Mijn hele leven dacht ik dat mijn herinneringen betrouwbaar waren. Tot de wetenschap zich ermee bemoeide en mij overtuigde: er is geen herinnering die deugt. Het maakt mij tot een wees, sommige herinneringen zijn me zo dierbaar dat ik ze eigenlijk niet wil prijsgeven. In 1950, ik was twaalf jaar, stond ik naast de stoel van mijn vader, hij las in het Algemeen Handelsblad dat de Koreaanse oorlog was begonnen, ik las mee. ‘Wordt het hier nu ook weer oorlog?’ vroeg ik. Hij schudde zijn hoofd, hij dacht van niet.
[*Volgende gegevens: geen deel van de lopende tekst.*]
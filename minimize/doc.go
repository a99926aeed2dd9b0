// Package minimize solves for whole histories at once: the field on every event
// of a block of space and time, with conditions held anywhere in it.
//
//	held := constraint.On(block)
//	held.Slice(0, first)
//	held.Event(12, -13.5, math.Pi)
//	found, err := minimize.LeastResidual(ctx, s, held, start, nil)
//	fmt.Println(found.Report)
//
// # Two problems
//
// [LeastResidual] makes the residual r of the field equation as small as it can,
// in the sense of the cost Σ hk r²/2q² over all interior events, pinned ones
// included. A Lorentzian action has no minimum to descend to, its second
// variation having both signs, but this cost has. It accepts losses, drives and
// open ends, and fewer or more conditions than the equation can meet. With a
// Cauchy pair pinned, two adjacent slices, it reproduces the march of the
// action.
//
// [Minimum] makes a Euclidean action as small as it can: one equation, ∂S/∂φ = 0,
// for each free value, natural conditions where nothing is pinned.
//
// The two are not to be mixed: with a Cauchy pair pinned, the equations
// ∂S/∂φ = 0 of the free events lack that of slice 1 and have a natural condition
// at the last slice instead.
//
// # Stationary histories and saddles
//
// [Stationary] solves the same equations for either signature, without asking
// for a minimum, and [Saddle] looks for a point of index 1 of a Euclidean action: a
// bounce, a sphaleron, a critical droplet. Both factorise the second variation as
// LDLᵀ and report an [Inertia]: the Morse index, the nullity, and the eigenvalue
// nearest to zero with the event where its vector is largest. Eigenvalues are
// those of S″v = λWv with the areas W of the events, so that they converge.
//
// A two-time problem is singular if a normal mode fits the time between the
// slices, and nearly so if one almost does, which on fine lattices one always does.
// Singular blocks are told, and the history nearest to the start can be asked for.
//
// A translation that nothing hinders is a zero mode. The lattice makes it a tiny
// eigenvalue whose sign depends on where the centre lies between the sites, so that
// a bounce reads as index 1, 2 or 3. Settings.Shifts and Settings.ZeroModes hold such
// directions by bordering the matrix; m of them add m negative eigenvalues, which
// are taken off. A quarter of the plane with free sides along the axes of symmetry
// has no zero modes and needs none held.
//
// The index of a Lorentzian block grows with every refinement, being Σ_k
// floor(ω_kT/π) for a massive field pinned at both times. Relative to a reference
// history it is a small number. It settles if the frequencies of high modes keep away
// from the multiples of π/T, as with dt = dx and a rational ratio of T to the
// length. In general it goes on changing, ever more rarely, as higher modes cross:
// by about (A·δm²/2π²)·log(1/h) for a change δm² of the mean of V″ on a block of area
// A. Compare it on the same lattice only.
//
// # Ways downhill
//
// [Relax] and [RelaxResidual] let a history flow in a relaxation time τ beside the
// times of the block, down a Euclidean action or the squared residual, with or
// without inertia and friction. Explicit steps carry a disturbance by one link or
// two and are refused above their limit of stability; implicit ones use the exact
// factor. What counts is the way: the solvers above reach the end sooner.
//
// # Families
//
// [Continue] follows a stationary history of either signature as a parameter
// changes, with pseudo-arclength steps around folds, and locates folds and branch
// points, where the index tells of them. At a fold of a family of minima, the
// index goes from 0 to 1: the upper branch is the saddle over which the lower one
// decays.
//
// [Periodic] finds histories that are periodic in time, breathers and oscillons,
// of which there is a family: one of period, frequency, energy and amplitude is
// given, and the step of the clock is an unknown. For given slices the action of
// one period T is S = K/T − UT, so that the energy is −dS/dT and the condition on it
// is one more stationary equation.
//
// [TakeCensus] solves from many starts and lists the distinct histories, up to
// symmetries if one likes, with action and index.
//
// Both families meet singular second variations by design: at a fold, and because
// a shift in time costs nothing. Their matrix is bordered by what fixes that, the
// tangent of the branch or the rate of the history, and it is the bordered matrix
// that is factorised.
//
// # Conditions
//
// Conditions come from package constraint. Pins and ties are eliminated. Hard
// linear conditions border the matrix, so that steps keep them; so do soft ones,
// with their precision. Observations and cost conditions add to the action or to
// the cost, and a solve settles their compromise with it: for a Gaussian problem
// that is the posterior mean of Gauss and Markov. Bounds are kept by an active
// set, in Minimum and Relax only; Continue takes neither bounds nor linear
// conditions. Ends of kind Held and Odd, which have no equation, stay at
// the values of the start history unless the conditions pin them.
//
// Each hard condition has a reaction: −∂S/∂φ for a minimum, the impulse of the
// source that would have to be added there; the multiplier ∂cost/∂φ for the
// least residual. Both vanish where a pin asks for nothing that the equation would
// not do by itself. Each soft condition has a misfit.
//
// # Strategies
//
// Levenberg–Marquardt on the whole block stalls where the start is too far from
// any solution: on long blocks, and where slices at two times are pinned. A
// [Strategy] in the settings of LeastResidual comes nearer first; the solve for
// the whole block then ends the work, to the same tolerance for all of them.
//
//	Marching      a Cauchy pair is pinned: the action's march, which is the
//	              solution if nothing else is held
//	Windows       16 new slices at a time; from a Cauchy pair the slices behind
//	              stay, without one the window grows
//	CoarseToFine  the block without every other slice and site first
//	Shooting      the first two slices are corrected until the march from them
//	              meets the pins; several nodes make it multiple shooting
//	Dragging      the pins are carried to where they are wanted by
//	              pseudo-arclength steps
//
// The zero value, Fitting, takes Marching where a Cauchy pair is pinned and the
// equation allows it, and the start alone otherwise; it keeps what marching gives
// only if that lowers the cost. Where two slices are pinned and the whole block leaves a
// residual, it shoots, from the start and from the straight one. The report says which was taken, why, and what
// each stage did.
//
// Two slices of a nonlinear field at different times are joined by many histories.
// [Straight] makes a start that knows the conditions alone, and [Vary] others
// from it, by number. Shooting from the straight start has joined the slices of a
// sine-Gordon collision over 40 units of time, where block-wide steps stall.
//
// # Outcome
//
// Solvers return a [Found] with the history, the reactions and a [Report], flows
// and families in an outcome of their own. Unless the status is Converged the error
// is a [*NotConverged], for a branch a [*BrokenBranch], and the history is the best
// one so far; a context that ends is one of the reasons. Problems that cannot be
// asked are a [*Refusal], those above the limits of the settings a [*TooLarge],
// explicit steps above theirs an [*Unstable]. There is no silent fall-back: the
// report names the method.
//
// # Response
//
// [NewResponse] takes what was found and tells how it depends on what it was
// found with. [Response.Of] gives the [Influence] of a pinned or observed value,
// of the number of a linear condition, or of a source at one event on every other
// event, and [Influence.Shares] how much of it lies outside of a light cone: of a
// source nothing if Cauchy data are pinned, much if two times are. [Response.Posterior]
// gives the standard deviation of the field at chosen events and the covariance
// between them.
//
// [Response.Verdict] says which conditions the equation cannot meet together:
// what each would save of the cost if it were given up, and how far its values
// would move.
//
//	r, err := minimize.NewResponse(s, held, found, nil)
//	v, err := r.Verdict(ctx, nil)
//	fmt.Println(v)
//
// All are derivatives at the solution, from one factor of the exact second
// derivative there. They cost about as much as one step of the solve and a
// solution with the factor for each question.
//
// # Size and time
//
// Linear systems are factorised exactly by nested dissection of the grid, in
// O(N^1.5) operations and O(N log N) memory for N events. A block of 100 slices
// and 400 sites takes a few hundredths of a second for each factorisation, and a
// cold start over eight units of time of a sine-Gordon collision about twenty of
// them. Growing windows take a block of 1024 × 1024 events, from two
// slices, in less than a minute and 3 GB.
package minimize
Eergisteren, 64 jaar later, vroeg mijn kleinzoon van elf jaar hetzelfde, terwijl wij naar de televisie keken. Ik schudde mijn hoofd, ik dacht van niet. We keken naar een Krimtataar, een oude man, hij beloofde dat hij tegen de Russische bezetters zou vechten met zijn hooivork. Zijn ogen stonden vol tranen. Mijn kleinzoon is oud genoeg om te begrijpen dat je met een hooivork geen tank kunt tegenhouden. Daarom zei ik: ‘Deze oude man heeft zoveel meegemaakt dat hij alleen nog in sprookjes kan geloven, en in een sprookje kan een man met een hooivork een draak verslaan.’
Mijn hele leven dacht ik dat mijn herinneringen betrouwbaar waren. Tot de wetenschap zich ermee bemoeide en mij overtuigde: er is geen herinnering die deugt.